* Exercise prompt *
Check each line of the data for the string "nearestOf". Report how many have it, and give nothing else.

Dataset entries
import { taperFromCoupon, type Coupon } from '../jet/taper.ts'
import { FEED_POWER } from './feed.ts'

/**
 * Taper and kerf from a shop's own coupons, between them over path and feed. A coupon cut at a feed u over a path h
 * is laid at e = u·h^1.15: cuts of like e have like quality (the feed equation), so that thick and thin coupons stand
 * beside each other and not, as by feed, far apart.
 *
 * Coupons of one path form a row. Along a row figures run straight from coupon to coupon over e, and straight from row
 * to row over h at the same e. So the answer is exact at every coupon, lies between the coupons it is drawn from, and
 * rises or falls with feed wherever the coupons do. Outside a row, and outside all rows, the nearest figure is held
 * and the answer says that it is extrapolated: nothing is ever prolonged.
 */

export interface CouponRow extends Coupon {
  readonly name: string
  readonly material: string
  /** mm/min */
  readonly feed: number
  /**
   * Taper of the side that is the part, radians, measured square to the plate; the waste side has the rest. Where left
   * out the two sides share the difference of the widths alike.
   */
  readonly partSide?: number | undefined
}

export type TaperKind = 'measured' | 'interpolated' | 'extrapolated'

export interface TaperFound {
  readonly kind: TaperKind
  /** Of the wall left on the part, per side, radians; positive where the kerf narrows downward. */
  readonly partSide: number
  readonly wasteSide: number
  /** Part side less waste side. */
  readonly difference: number
  /** Kerf at the top face, mm. */
  readonly widthTop: number
  /** Coupon nearest in path and e, by ratio; and those that the answer is drawn from. */
  readonly nearest: string
  readonly from: readonly string[]
}

export const taperRefusalCodes = ['no-coupon-of-material', 'coupon-unsound', 'query-out-of-range'] as const
export type TaperRefusalCode = (typeof taperRefusalCodes)[number]

export interface TaperRefusal {
  readonly kind: 'refused'
  readonly code: TaperRefusalCode
  /** Name of the unsound coupon. */
  readonly coupon: string | null
}

/**
 * Feeds within this share of each other are the same one: our own choice, the size of what a feed dial steps by. It
 * moves no answer at a coupon; it lets rows of one coupon each, cut for one quality, be joined.
 */
export const SAME_FEED = 0.02

/** Taper of one material at a path through it, mm, and a feed, mm/min. */
export function taperFor(
  coupons: readonly CouponRow[],
  material: string,
  path: number,
  feed: number,
): TaperFound | TaperRefusal {
  if (!isPositive(path) || !isPositive(feed)) return refused('query-out-of-range')
  const own = coupons.filter((coupon) => coupon.material === material)
  const unsound = own.find((coupon) => !isSound(coupon))
  if (unsound) return refused('coupon-unsound', unsound.name)
  const points = own.map(pointOf)
  const nearest = nearestOf(points, path, feed)
  if (!nearest) return refused('no-coupon-of-material')
  const e = feed * path ** FEED_POWER
  const paths = [...new Set(points.map((point) => point.path))].sort((a, b) => a - b)
  const above = paths.find((h) => h >= path) ?? paths.at(-1)!
  const below = paths.findLast((h) => h <= path) ?? paths[0]!
  const a = alongRow(
    points.filter((point) => point.path === below),
    e,
  )
  const b =
    above === below
      ? a
      : alongRow(
          points.filter((point) => point.path === above),
          e,
        )
  const share = above === below ? 0 : (path - below) / (above - below)
  const mix = (of: (figures: Figures) => number) => of(a) + share * (of(b) - of(a))
  const partSide = mix((figures) => figures.partSide)
  const wasteSide = mix((figures) => figures.wasteSide)
  const outside = a.held || b.held || path < below || path > above
  const at = points.some((point) => point.path === path && point.e === e)
  return {
    kind: outside ? 'extrapolated' : at ? 'measured' : 'interpolated',
    partSide,
    wasteSide,
    difference: partSide - wasteSide,
    widthTop: mix((figures) => figures.widthTop),
    nearest: nearest.name,
    from: [...new Set([...a.names, ...b.names])],
  }
}

/** Tangents of both sides' tapers add up to the difference of the widths over the path. */
export function sidesOf(coupon: CouponRow): { readonly partSide: number; readonly wasteSide: number } {
  const mean = taperFromCoupon(coupon)
  const { partSide } = coupon
  if (partSide === undefined) return { partSide: mean, wasteSide: mean }
  return { partSide, wasteSide: Math.atan(2 * Math.tan(mean) - Math.tan(partSide)) }
}

interface Point {
  readonly name: string
  readonly path: number
  readonly e: number
  readonly partSide: number
  readonly wasteSide: number
  readonly widthTop: number
}

interface Figures {
  readonly partSide: number
  readonly wasteSide: number
  readonly widthTop: number
  readonly names: readonly string[]
  /** The row does not reach to e: the figure of its nearer end is held. */
  readonly held: boolean
}

function pointOf(coupon: CouponRow): Point {
  const { name, path, feed, widthTop } = coupon
  return { name, path, e: feed * path ** FEED_POWER, widthTop, ...sidesOf(coupon) }
}

/** Straight between the neighbours over e; coupons cut alike count with their mean. */
function alongRow(row: readonly Point[], e: number): Figures {
  const places = [...new Set(row.map((point) => point.e))].sort((a, b) => a - b)
  const high = places.find((place) => place >= e) ?? places.at(-1)!
  const low = places.findLast((place) => place <= e) ?? places[0]!
  const [a, b] = [meanAt(row, low), meanAt(row, high)]
  const share = high === low ? 0 : (e - low) / (high - low)
  const mix = (of: (figures: Figures) => number) => of(a) + share * (of(b) - of(a))
  return {
    partSide: mix((figures) => figures.partSide),
    wasteSide: mix((figures) => figures.wasteSide),
    widthTop: mix((figures) => figures.widthTop),
    names: high === low ? a.names : [...a.names, ...b.names],
    held: e > high * (1 + SAME_FEED) || e < low * (1 - SAME_FEED),
  }
}

function meanAt(row: readonly Point[], e: number): Figures {
  const alike = row.filter((point) => point.e === e)
  const mean = (of: (point: Point) => number) =>
    alike.reduce((sum, point) => sum + of(point), 0) / alike.length
  return {
    partSide: mean((point) => point.partSide),
    wasteSide: mean((point) => point.wasteSide),
    widthTop: mean((point) => point.widthTop),
    names: alike.map((point) => point.name),
    held: false,
  }
}

function nearestOf(points: readonly Point[], path: number, feed: number): Point | null {
  const e = feed * path ** FEED_POWER
  const apart = (point: Point) => Math.hypot(Math.log(point.path / path), Math.log(point.e / e))
  return points.reduce<Point | null>(
    (best, point) => (best && apart(best) <= apart(point) ? best : point),
    null,
  )
}

function isSound({ widthTop, widthBottom, path, feed, partSide = 0 }: CouponRow): boolean {
  return (
    isPositive(widthTop) &&
    widthBottom >= 0 &&
    widthBottom < Infinity &&
    isPositive(path) &&
    isPositive(feed) &&
    Math.abs(partSide) < Math.PI / 2
  )
}

function isPositive(value: number): boolean {
  return value > 0 && value < Infinity
}

function refused(code: TaperRefusalCode, coupon: string | null = null): TaperRefusal {
  return { kind: 'refused', code, coupon }
}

* Exercise solution *
2